People pay for the bot because of the amount of hype that Supreme generates – weekly releases in at the skatewear brand’s London, Paris and New York stores are permanently oversubscribed – and trying to manually select, order and enter card details quickly enough to buy the said item on the e-commerce site is simply a losing game.
Today we are talking about Matt Steiner and his friend Chris though. The creators of The Supreme Saint are the real success story here. Despite still studying at college – photography and film production – the duo taught themselves to code through YouTube tutorials and an online academy, earning enough to justify setting up a limited liability company (LLC) years before graduating.
They are not the only ones. This entrepreneurial spirit was present in all of the members of a Generation Z Tribe we interviewed at The Future Laboratory. Elise by Olsen started her own magazine at the age of 15, Mateusz Mach was pitching to investors at the age of 17, and the world’s youngest yoga instructor, Skyler Dearen, was taking booster business courses before her 16th birthday. It is a generational shift in mindset.
This generational change in mindset has implications for the future of learning and the workforce.
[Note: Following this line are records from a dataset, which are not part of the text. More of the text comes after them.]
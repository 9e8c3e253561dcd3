import { existsSync } from 'node:fs';
import path from 'node:path';
import { dataFolder, root } from './setup/folders.mjs';
import { setLocalEnvironment } from './setup/local-environment.mjs';
import { requireFree } from './setup/ports.mjs';
import { Companions } from './setup/run.mjs';
import { runMain, say, SetupProblem } from './setup/say.mjs';

/** One more application process for the product that `npm start` runs here; a proxy shares requests between them. */
await runMain(async () => {
  const port = Number(process.env.PORT ?? 3001);
  if (!existsSync(path.join(root, '.next', 'built-from')))
    throw new SetupProblem('Nothing is built here yet. Run "npm start" first, and leave it running.');
  await requireFree(port, 'application', 'PORT');
  // The address that people see is the first process's, whatever this one listens on.
  process.env.APP_URL ??= 'http://localhost:3000';
  setLocalEnvironment();
  const companions = new Companions(path.join(dataFolder, 'logs'));
  const interrupted = new Promise((resolve) => {
    process.on('SIGINT', resolve);
    process.on('SIGTERM', resolve);
  });
  try {
    const next = path.join(root, 'node_modules/next/dist/bin/next');
    companions.start(
      `application ${port}`,
      process.execPath,
      [next, 'start', '-H', '127.0.0.1', '-p', String(port)],
      { env: { ...process.env, NODE_ENV: 'production' } },
    );
    await companions.answers(`http://127.0.0.1:${port}/api/health`);
    say(
      `One more application process answers on 127.0.0.1:${port}. Its log is in ${path.relative(root, dataFolder)}/logs/. Stop it with Ctrl-C.`,
    );
    await Promise.race([interrupted, companions.ended]);
  } finally {
    await companions.stop();
  }
});
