import { seedDemo } from '@/db/seeds/demo';

/** Makes the demo data once; says so when it did. */
const ownerUrl = process.env.DATABASE_OWNER_URL;
if (!ownerUrl) throw new Error('DATABASE_OWNER_URL is not set; "npm start" sets it.');
if (await seedDemo(ownerUrl)) console.log('Demo data made.');
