import path from 'node:path';
import { startMailSink } from './mail-sink';
import { startObjectStore } from './object-store';

/** Runs the object store and the mail sink of this machine until it is told to end. */
const wanted = (key: string): string => {
  const value = process.env[key];
  if (!value) throw new Error(`${key} is not set; "npm start" sets it.`);
  return value;
};
const folder = wanted('LOCAL_SERVICES_FOLDER');
const store = await startObjectStore({
  port: Number(wanted('OBJECTS_PORT')),
  folder: path.join(folder, 'objects'),
  accessKey: wanted('S3_ACCESS_KEY'),
  secretKey: wanted('S3_SECRET_KEY'),
  origin: new URL(wanted('APP_URL')).origin,
});
const mail = await startMailSink({
  smtpPort: Number(wanted('SMTP_PORT')),
  webPort: Number(wanted('MAIL_WEB_PORT')),
  folder: path.join(folder, 'mail'),
});
const end = () => void Promise.all([store.stop(), mail.stop()]).then(() => process.exit(0));
process.on('SIGTERM', end);
process.on('SIGINT', end);
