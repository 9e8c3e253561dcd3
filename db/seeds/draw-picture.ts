import sharp from 'sharp';

/** What a drawn picture shows: bars, a chair, a tape with the cover read, and a card with the place. */
export interface Picture {
  card: string;
  tapeMm: number;
  seed: number;
}

/** A small generator with a seed: the demo is the same on every machine. */
export function seeded(seed: number): () => number {
  let state = seed >>> 0;
  return () => {
    state = (state + 0x6d2b79f5) >>> 0;
    let mixed = Math.imul(state ^ (state >>> 15), state | 1);
    mixed ^= mixed + Math.imul(mixed ^ (mixed >>> 7), mixed | 61);
    return ((mixed ^ (mixed >>> 14)) >>> 0) / 4294967296;
  };
}

function bars(random: () => number): string {
  const along = Array.from({ length: 7 }, (_, index) => {
    const y = 90 + index * 120 + (random() - 0.5) * 14;
    return `<rect x="-20" y="${y}" width="1240" height="26" rx="12" fill="#6b5a4a"/><path d="M0 ${y + 7}H1200" stroke="#8d7a66" stroke-width="5" stroke-dasharray="9 13"/>`;
  });
  const across = Array.from({ length: 9 }, (_, index) => {
    const x = 60 + index * 138 + (random() - 0.5) * 18;
    return `<rect x="${x}" y="-20" width="30" height="940" rx="14" fill="#5d4e41"/><path d="M${x + 9} 0V900" stroke="#84725f" stroke-width="5" stroke-dasharray="10 14"/>`;
  });
  return along.join('') + across.join('');
}

function tape(millimetres: number): string {
  const marks = Array.from({ length: 81 }, (_, mm) => {
    const y = 780 - mm * 7;
    const long = mm % 10 === 0;
    return `<path d="M880 ${y}h${long ? 46 : 24}" stroke="#222" stroke-width="${long ? 3 : 1.5}"/>${long ? `<text x="934" y="${y + 9}" font-size="26" font-family="sans-serif">${mm}</text>` : ''}`;
  });
  const read = 780 - millimetres * 7;
  return `<rect x="876" y="200" width="110" height="600" fill="#f2d04b"/>${marks.join('')}<path d="M830 ${read}h180" stroke="#b3261e" stroke-width="5"/>`;
}

/** Draws a picture of a cage as a JPEG of about 1200 x 900, with the grain of a phone's camera. */
export async function drawPicture(picture: Picture): Promise<Buffer> {
  const random = seeded(picture.seed);
  const svg = `<svg xmlns="http://www.w3.org/2000/svg" width="1200" height="900">
    <rect width="1200" height="900" fill="#b9a78a"/>${Array.from({ length: 9 }, (_, index) => `<path d="M0 ${index * 104}H1200" stroke="#a08e72" stroke-width="3"/>`).join('')}
    <g opacity="0.35" transform="translate(10 14)">${bars(seeded(picture.seed))}</g>${bars(random)}
    <path d="M210 760l40-130h60l40 130" fill="none" stroke="#3c4a4a" stroke-width="12"/>
    ${tape(picture.tapeMm)}
    <rect x="330" y="640" width="430" height="150" fill="#fbf9f3" stroke="#222" stroke-width="3"/>
    <text x="352" y="735" font-size="64" font-family="sans-serif" fill="#16201f">${picture.card.replace(/[<&>]/g, '')}</text>
  </svg>`;
  const grain = Buffer.alloc(300 * 225 * 3);
  for (let index = 0; index < grain.length; index += 1) grain[index] = 112 + Math.floor(random() * 34);
  const noise = await sharp(grain, { raw: { width: 300, height: 225, channels: 3 } })
    .resize(1200, 900)
    .png()
    .toBuffer();
  return sharp(Buffer.from(svg))
    .composite([{ input: noise, blend: 'soft-light' }])
    .jpeg({ quality: 78 })
    .toBuffer();
}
Logan LaPlante, a teen TED-talks expert, likens it to hacking. ‘I’m not afraid to look for shortcuts or hacks to get a better, faster result,’ says the 17-year old. ‘I don’t use any one curriculum and I’m not dedicated to any one approach. It’s a mindset not a system.’
Brands are the exact opposite: slow, careful and guarded about experimentation. While LVMH finally launches its online luxury hub 24 Sèvres, another teen entrepreneur, who wishes to remain unnamed, is deploying a bot that automatically finds, orders and ships high-demand fashion clothing that has recently been discounted online – leaving the creator free to nail their A Levels and watch revenue roll in.
The take-out is not that businesses should focus on developing bots – although the rise of automation is a key trend we are tracking at The Future Laboratory – but that they should allow for a business culture in which life-long learning, playfulness and innovation can thrive.
US-based agency Solve just demoted everyone in its company, including the CEO, to intern status. The idea is that all staff start from scratch and are treated as equals for a summer-long series of workshops and booster educational sessions.
How refreshing is that? Instead of imposing a hierarchy on staff, Solve has said everyone has a valid opinion and a role to play in the company. While it may seem radical, the programme gives people a sense of ownership – and in a future in which a Generation Z workforce will be far more entrepreneurial it is crucial that businesses give everyone a sense of autonomy, as well as a chance to develop. Brands will either be places to learn and progress, or simple stop gaps for those who need to take a break from the freelancer lifestyle.